Tested with word count(deploy-mode = cluster, master = yarn, num-executors = 4) with 300GB of data.

… spark

srowen

I still am not sure it's worth revising these. What's logged at shutdown isn't that big.

srowen · 2017-07-05T20:00:52Z

core/src/main/scala/org/apache/spark/rpc/netty/Inbox.scala

@@ -206,6 +206,13 @@ private[netty] class Inbox(
      case NonFatal(e) =>
        try endpoint.onError(e) catch {
          case NonFatal(ee) => logError(s"Ignoring error", ee)
+          case NonFatal(ee) =>
+            if (stopped) {
+            logDebug(s"Ignoring error", ee)


logInfo, not debug, probably. I can see reducing the level if you know your'e stopping, but not in other cases. The code style here would have to be fixed. For example you don't use string interpolation here.

tgravescs · 2017-07-05T20:34:44Z

There is no reason to print out messages that aren't useful to the users. Many users see Warnings and read them and think there is a problem with their application or configuration. Most of these are really for advanced users or devs trying to debug what is going on. So changing them to debug makes sense to me.

There are also times that shutdown can take a very long time and all its doing it spewing these log messages. For instance when you have a backlog of events in the event queue. I have seen multiple minutes of it just throwing the warnings like: Message $message dropped. ${e.getMessage}
dynamic allocation can also add a lot of warning messages that are unneeded. When I'm shutting down things should stop quickly and release the resources for others to use.

I still need to review in detail but these should just be in the shutdown case, other times I agree that you may want to see these.

We should definitely update the description here and in the jira to have more details though.

tgravescs · 2017-07-07T17:06:37Z

Jenkins, test this please

SparkQA · 2017-07-07T19:17:07Z

Test build #79340 has finished for PR 18547 at commit 80e160a.

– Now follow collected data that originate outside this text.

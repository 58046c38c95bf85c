package method

import (
	"math"
	"sync"
)

// Validity limits of the normality tests.
const (
	SkewTestMinN = 8    // D'Agostino (1970) skewness test
	KurtTestMinN = 20   // Anscombe and Glynn (1983) kurtosis test
	ShapiroMinN  = 3    // Royston (1995) AS R94
	ShapiroMaxN  = 5000 // Royston (1995) AS R94
	AndersonMinN = 8    // D'Agostino and Stephens (1986), as nortest::ad.test
)

// DAgostinoSkewZ is D'Agostino's (1970) normal approximation for the
// skewness √b1 = g1 (D'Agostino, Belanger and D'Agostino 1990, eq. 1-8).
func DAgostinoSkewZ(g1 float64, n int) (float64, bool) {
	fn := float64(n)
	y := g1 * math.Sqrt((fn+1)*(fn+3)/(6*(fn-2)))
	beta2 := 3 * (fn*fn + 27*fn - 70) * (fn + 1) * (fn + 3) / ((fn - 2) * (fn + 5) * (fn + 7) * (fn + 9))
	w2 := -1 + math.Sqrt(2*(beta2-1))
	delta := 1 / math.Sqrt(0.5*math.Log(w2))
	alpha := math.Sqrt(2 / (w2 - 1))
	r := y / alpha
	z := delta * math.Asinh(r) // ln(r + √(r²+1))
	return z, normalFinite(z)
}

// AnscombeGlynnZ is the Anscombe and Glynn (1983) normal approximation for
// the kurtosis b2 (D'Agostino, Belanger and D'Agostino 1990, eq. 9-14).
func AnscombeGlynnZ(b2 float64, n int) (float64, bool) {
	fn := float64(n)
	eb2 := 3 * (fn - 1) / (fn + 1)
	vb2 := 24 * fn * (fn - 2) * (fn - 3) / ((fn + 1) * (fn + 1) * (fn + 3) * (fn + 5))
	x := (b2 - eb2) / math.Sqrt(vb2)
	sb1 := 6 * (fn*fn - 5*fn + 2) / ((fn + 7) * (fn + 9)) * math.Sqrt(6*(fn+3)*(fn+5)/(fn*(fn-2)*(fn-3)))
	a := 6 + 8/sb1*(2/sb1+math.Sqrt(1+4/(sb1*sb1)))
	den := 1 + x*math.Sqrt(2/(a-4))
	if den == 0 {
		return 0, false
	}
	t := math.Cbrt((1 - 2/a) / den) // signed cube root
	z := ((1 - 2/(9*a)) - t) / math.Sqrt(2/(9*a))
	return z, normalFinite(z)
}

// Table of log Φ for large samples: cubic Hermite interpolation on a grid
// of step 1/512 over [-adTableMax, adTableMax], with the derivative
// φ(z)/Φ(z) at the nodes. The interpolation error is below h^4/384 times
// the largest fourth derivative, about 1e-13 (checked against logNormCDF
// in the tests).
const (
	adTableMax  = 38.0
	adTableStep = 1.0 / 512
	adTableMinN = 200_000 // use the table from this many values on
)

var adLogPhiTab struct {
	once sync.Once
	f, d []float64
}

func adLogPhiTable() ([]float64, []float64) {
	adLogPhiTab.once.Do(func() {
		m := int(2*adTableMax/adTableStep) + 2
		f := make([]float64, m)
		d := make([]float64, m)
		for i := range m {
			z := -adTableMax + float64(i)*adTableStep
			lf := LogNormalCDF(z)
			f[i] = lf
			// φ(z)/Φ(z) = exp(log φ(z) - log Φ(z))
			d[i] = math.Exp(-0.5*z*z - 0.5*math.Log(2*math.Pi) - lf)
		}
		adLogPhiTab.f, adLogPhiTab.d = f, d
	})
	return adLogPhiTab.f, adLogPhiTab.d
}

// adFastLogPhi is log Φ(z) from the table (the direct formula outside it).
func adFastLogPhi(f, d []float64, z float64) float64 {
	if !(z > -adTableMax && z < adTableMax) {
		return LogNormalCDF(z)
	}
	u := (z + adTableMax) / adTableStep
	k := int(u)
	t := u - float64(k)
	t2 := t * t
	t3 := t2 * t
	h00 := 2*t3 - 3*t2 + 1
	h10 := t3 - 2*t2 + t
	h01 := -2*t3 + 3*t2
	h11 := t3 - t2
	return h00*f[k] + h10*adTableStep*d[k] + h01*f[k+1] + h11*adTableStep*d[k+1]
}

// AndersonDarling is the Anderson-Darling statistic A² (Anderson and
// Darling 1954) of the data against the normal distribution with the
// estimated mean and SD, the adjusted A²* = A²(1 + 0.75/n + 2.25/n²) and its
// p-value from D'Agostino and Stephens (1986), Goodness-of-Fit Techniques,
// Table 4.9 (the same piecewise formula as R's nortest::ad.test). One pass:
// Φ is computed once per distinct value; from 200,000 values on, log Φ
// comes from an interpolation table (adFastLogPhi) accurate to about 1e-13.
func AndersonDarling(sorted []float64, mean, sd float64) (a, astar, p float64) {
	n := len(sorted)
	fn := float64(n)
	var s float64
	prev := math.NaN()
	var lp, lq float64
	var tf, td []float64
	if n >= adTableMinN {
		tf, td = adLogPhiTable()
	}
	for i, x := range sorted {
		if x != prev && tf != nil {
			z := (x - mean) / sd
			lp, lq = adFastLogPhi(tf, td, z), adFastLogPhi(tf, td, -z)
			prev = x
		} else if x != prev {
			z := (x - mean) / sd
			if z <= 0 {
				c := NormalCDF(z)
				if c > 1e-300 {
					lp = math.Log(c)
				} else {
					lp = LogNormalCDF(z)
				}
				lq = math.Log1p(-c)
			} else {
				c := NormalSF(z)
				if c > 1e-300 {
					lq = math.Log(c)
				} else {
					lq = LogNormalCDF(-z)
				}
				lp = math.Log1p(-c)
			}
			prev = x
		}
		// term i (1-based k=i+1): (2k-1) log Φ(z_k) + (2(n-k)+1) log(1-Φ(z_k))
		k := float64(i + 1)
		s += (2*k-1)*lp + (2*(fn-k)+1)*lq
	}
	a = -fn - s/fn
	astar = a * (1 + 0.75/fn + 2.25/(fn*fn))
	switch {
	case astar < 0.2:
		p = 1 - math.Exp(-13.436+101.14*astar-223.73*astar*astar)
	case astar < 0.34:
		p = 1 - math.Exp(-8.318+42.796*astar-59.938*astar*astar)
	case astar < 0.6:
		p = math.Exp(0.9177 - 4.279*astar - 1.38*astar*astar)
	case astar < 10:
		p = math.Exp(1.2937 - 5.709*astar + 0.0186*astar*astar)
	default:
		p = 3.7e-24
	}
	return a, astar, p
}

// swPoly evaluates cc[0] + cc[1]x + ... as in AS R94.
func swPoly(cc []float64, x float64) float64 {
	r := cc[0]
	if len(cc) > 1 {
		p := x * cc[len(cc)-1]
		for j := len(cc) - 2; j > 0; j-- {
			p = (p + cc[j]) * x
		}
		r += p
	}
	return r
}

// ShapiroWilk is the Shapiro-Wilk W test (Shapiro and Wilk 1965) with
// Royston's (1995) approximations for the coefficients and the p-value,
// algorithm AS R94 (Applied Statistics 44, 547-551), following the C
// translation in R's swilk.c. The coefficients take O(n) quantile
// evaluations. Data are centred on mean (which changes W only by rounding
// and keeps precision for data far from zero). ok is false outside
// 3 <= n <= 5000 and for zero range.
func ShapiroWilk(x []float64, mean float64) (w, pw float64, ok bool) {
	n := len(x)
	if n < 3 || n > ShapiroMaxN {
		return 0, 0, false
	}
	g := []float64{-2.273, .459}
	c1 := []float64{0., .221157, -.147981, -2.07119, 4.434685, -2.706056}
	c2 := []float64{0., .042981, -.293762, -1.752461, 5.682633, -3.582633}
	c3 := []float64{.544, -.39978, .025054, -6.714e-4}
	c4 := []float64{1.3822, -.77857, .062767, -.0020322}
	c5 := []float64{-1.5861, -.31082, -.083751, .0038915}
	c6 := []float64{-.4803, -.082676, .0030302}

	nn2 := n / 2
	a := make([]float64, nn2+1) // 1-based as in AS R94
	an := float64(n)
	if n == 3 {
		a[1] = math.Sqrt(0.5)
	} else {
		an25 := an + .25
		summ2 := 0.0
		for i := 1; i <= nn2; i++ {
			a[i] = NormalQuantile((float64(i) - .375) / an25)
			summ2 += a[i] * a[i]
		}
		summ2 *= 2
		ssumm2 := math.Sqrt(summ2)
		rsn := 1 / math.Sqrt(an)
		a1 := swPoly(c1, rsn) - a[1]/ssumm2
		var i1 int
		var fac float64
		if n > 5 {
			i1 = 3
			a2 := -a[2]/ssumm2 + swPoly(c2, rsn)
			fac = math.Sqrt((summ2 - 2*(a[1]*a[1]) - 2*(a[2]*a[2])) / (1 - 2*(a1*a1) - 2*(a2*a2)))
			a[2] = a2
		} else {
			i1 = 2
			fac = math.Sqrt((summ2 - 2*(a[1]*a[1])) / (1 - 2*(a1*a1)))
		}
		a[1] = a1
		for i := i1; i <= nn2; i++ {
			a[i] /= -fac
		}
	}
	rng := x[n-1] - x[0]
	if !(rng > 0) || math.IsInf(rng, 0) {
		return 0, 0, false
	}
	// W as the squared correlation between the data and the coefficients.
	// The coefficient of order statistic i (0-based) is -a[i+1] for the
	// lower half, +a[n-i] for the upper half and 0 for the middle one.
	coef := func(i int) float64 {
		j := n - 1 - i
		switch {
		case i < j:
			return -a[i+1]
		case i > j:
			return a[j+1]
		}
		return 0
	}
	var sa, sx float64
	for i := 0; i < n; i++ {
		sa += coef(i)
		sx += (x[i] - mean) / rng
	}
	sa /= an
	sx /= an
	var ssa, ssx, sax float64
	for i := 0; i < n; i++ {
		asa := coef(i) - sa
		xsx := (x[i]-mean)/rng - sx
		ssa += asa * asa
		ssx += xsx * xsx
		sax += asa * xsx
	}
	// w1 = 1-W computed so as to avoid rounding error for W near 1.
	ssassx := math.Sqrt(ssa * ssx)
	w1 := (ssassx - sax) * (ssassx + sax) / (ssa * ssx)
	if w1 < 0 { // rounding, W = 1 to machine precision
		w1 = 0
	}
	w = 1 - w1
	if n == 3 { // exact p-value
		const pi6 = 1.90985931710274  // 6/π
		const stqr = 1.04719755119660 // asin(√(3/4)) = π/3
		pw = pi6 * (math.Asin(math.Sqrt(w)) - stqr)
		if pw < 0 {
			pw = 0
		}
		if pw > 1 {
			pw = 1
		}
		return w, pw, normalFinite(w) && normalFinite(pw)
	}
	y := math.Log(w1)
	lxx := math.Log(an)
	var m, s float64
	if n <= 11 {
		gamma := swPoly(g, an)
		if y >= gamma {
			return w, 1e-99, normalFinite(w) // as AS R94 / swilk.c: an "obvious" value
		}
		y = -math.Log(gamma - y)
		m = swPoly(c3, an)
		s = math.Exp(swPoly(c4, an))
	} else {
		m = swPoly(c5, lxx)
		s = math.Exp(swPoly(c6, lxx))
	}
	pw = NormalSF((y - m) / s)
	return w, pw, normalFinite(w) && normalFinite(pw)
}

This patch fails Spark unit tests.
This patch merges cleanly.
This patch adds no public classes.

tgravescs · 2017-07-10T14:05:25Z

@yoonlee95 please look at the test failures, it might be a race in clearing the events

…est to fail

tgravescs · 2017-07-12T19:37:20Z

Jenkins, test this please

tgravescs · 2017-07-13T18:57:39Z

Jenkins, test this please

vanzin · 2017-07-13T19:53:00Z

ok to test

SparkQA · 2017-07-13T23:09:52Z

Test build #79591 has finished for PR 18547 at commit 8975eda.

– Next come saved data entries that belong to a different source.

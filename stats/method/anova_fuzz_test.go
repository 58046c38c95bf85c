package method

import (
	"encoding/binary"
	"math"
	"testing"
)

// grpFuzzGroups decodes fuzz bytes into groups: the first byte gives the
// number of groups (2..9), then each value is two bytes: a group index
// and a reading on a coarse grid (many ties), with an occasional large
// or tiny one.
func grpFuzzGroups(data []byte) ([][]float64, [][]int64) {
	if len(data) < 1 {
		return nil, nil
	}
	k := 2 + int(data[0])%8
	f := make([][]float64, k)
	m := make([][]int64, k)
	for i := 1; i+2 <= len(data); i += 2 {
		g := int(data[i]) % k
		v := int64(int8(data[i+1]))
		switch data[i] >> 5 {
		case 7:
			v *= 1 << 40
		case 6:
			v = int64(binary.LittleEndian.Uint16(data[i:]))
		}
		m[g] = append(m[g], v)
		f[g] = append(f[g], float64(v)*0.01)
	}
	return f, m
}

func grpProb(t *testing.T, what string, p float64) {
	if !(p >= 0 && p <= 1) {
		t.Fatalf("%s: p = %v", what, p)
	}
}

func grpFin(t *testing.T, what string, xs ...float64) {
	for _, x := range xs {
		if math.IsNaN(x) || math.IsInf(x, 0) {
			t.Fatalf("%s: %v", what, xs)
		}
	}
}

// FuzzGroups: every group method on arbitrary groups: no panic, p-values
// in [0, 1], no NaN or Inf in a result returned without error.
//
//	go test -run '^$' -fuzz FuzzGroups -fuzztime 2m -parallel 1 ./stats/method/
func FuzzGroups(f *testing.F) {
	f.Add([]byte{0, 0, 1, 1, 2, 0, 3, 1, 4, 0, 5, 1, 6})
	f.Add([]byte{3, 0, 1, 1, 1, 2, 1, 3, 1, 0, 1, 1, 1, 2, 1, 3, 1, 0, 9, 1, 9, 2, 9, 3, 9})
	f.Add([]byte{1, 0, 200, 1, 5, 2, 7, 0, 250, 1, 3, 2, 8, 0, 1, 1, 2, 2, 3})
	f.Fuzz(func(t *testing.T, data []byte) {
		fg, mg := grpFuzzGroups(data)
		if fg == nil {
			return
		}
		if a, err := OneWayANOVA(fg); err == nil {
			grpProb(t, "anova", a.P)
			grpFin(t, "anova", a.F, a.SSBetween, a.SSWithin)
		}
		if w, err := WelchANOVA(fg); err == nil {
			grpProb(t, "welch", w.P)
			grpFin(t, "welch", w.F, w.DF2)
		}
		for _, kw := range []func() (KruskalWallisTest, error){
			func() (KruskalWallisTest, error) { return KruskalWallis(fg) },
			func() (KruskalWallisTest, error) { return KruskalWallis(mg) },
		} {
			if r, err := kw(); err == nil {
				grpProb(t, "kw", r.P)
				grpFin(t, "kw", r.H)
			}
		}
		if r, err := BrownForsythe(fg); err == nil {
			grpProb(t, "bf", r.P)
		}
		if r, err := Bartlett(fg); err == nil {
			grpProb(t, "bartlett", r.P)
		}
		if r, err := SDRatio(fg, 0.95); err == nil {
			grpFin(t, "sd ratio", r.Ratio, r.Lo, r.Hi)
			if r.HasCI {
				grpProb(t, "var test", r.P)
			}
		}
		for _, pf := range []func([][]float64, float64) ([]MeanPair, error){TukeyKramer, GamesHowell} {
			if ps, err := pf(fg, 0.95); err == nil {
				for _, p := range ps {
					grpProb(t, "pair", p.P)
					grpFin(t, "pair", p.Diff, p.Lo, p.Hi, p.Q)
				}
			}
		}
		for _, ps := range [][]RankPair{grpMust(PairwiseMannWhitney(mg)), grpMust(Dunn(fg))} {
			for _, p := range ps {
				grpProb(t, "rank pair", p.P)
				grpProb(t, "rank pair adj", p.PAdj)
			}
		}
		if ps, err := TukeyKramer(fg, 0.95); err == nil {
			l, err := CompactLetters(len(fg), func(i, j int) bool {
				for _, p := range ps {
					if p.I == i && p.J == j {
						return p.P < 0.05
					}
				}
				return false
			}, nil)
			if err == nil && len(l) != len(fg) {
				t.Fatal("letters")
			}
		}
		if len(fg) >= 2 {
			if r, err := MannWhitney(mg[0], mg[1], 0.95); err == nil {
				grpProb(t, "mw", r.P)
				grpFin(t, "mw", r.Shift, r.Lo, r.Hi)
				if !(r.Lo <= r.Shift && r.Shift <= r.Hi) {
					t.Fatalf("shift %g outside [%g, %g]", r.Shift, r.Lo, r.Hi)
				}
			}
			if r, err := MannWhitney(fg[0], fg[1], 0.9); err == nil {
				grpProb(t, "mw", r.P)
			}
			if r, err := WelchT(fg[0], fg[1], 0.95); err == nil {
				grpProb(t, "t", r.P)
				grpFin(t, "t", r.Lo, r.Hi)
			}
			if r, err := Hedges(fg[0], fg[1], 0.95); err == nil {
				grpFin(t, "g", r.G, r.Lo, r.Hi)
			}
		}
	})
}

func grpMust(ps []RankPair, err error) []RankPair {
	if err != nil {
		return nil
	}
	return ps
}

This patch passes all tests.
This patch merges cleanly.
This patch adds no public classes.

tgravescs · 2017-07-14T14:06:20Z

core/src/main/scala/org/apache/spark/scheduler/LiveListenerBus.scala

@@ -200,7 +200,7 @@ private[spark] class LiveListenerBus(conf: SparkConf) extends SparkListenerBus {
  private def queueIsEmpty: Boolean = synchronized { eventQueue.isEmpty && !processingEvent }

  /**
-   * Stop the listener bus. It will wait until the queued events have been processed, but drop the
+   * Stop the listener bus. It will clear the queued events for faster shutdown and drop the


remove the comment now

SparkQA · 2017-07-14T17:31:53Z

Test build #79611 has finished for PR 18547 at commit a2aa7ab.

This patch passes all tests.
This patch merges cleanly.
This patch adds no public classes.

SparkQA · 2017-07-14T21:31:16Z

Test build #79617 has finished for PR 18547 at commit edfcb71.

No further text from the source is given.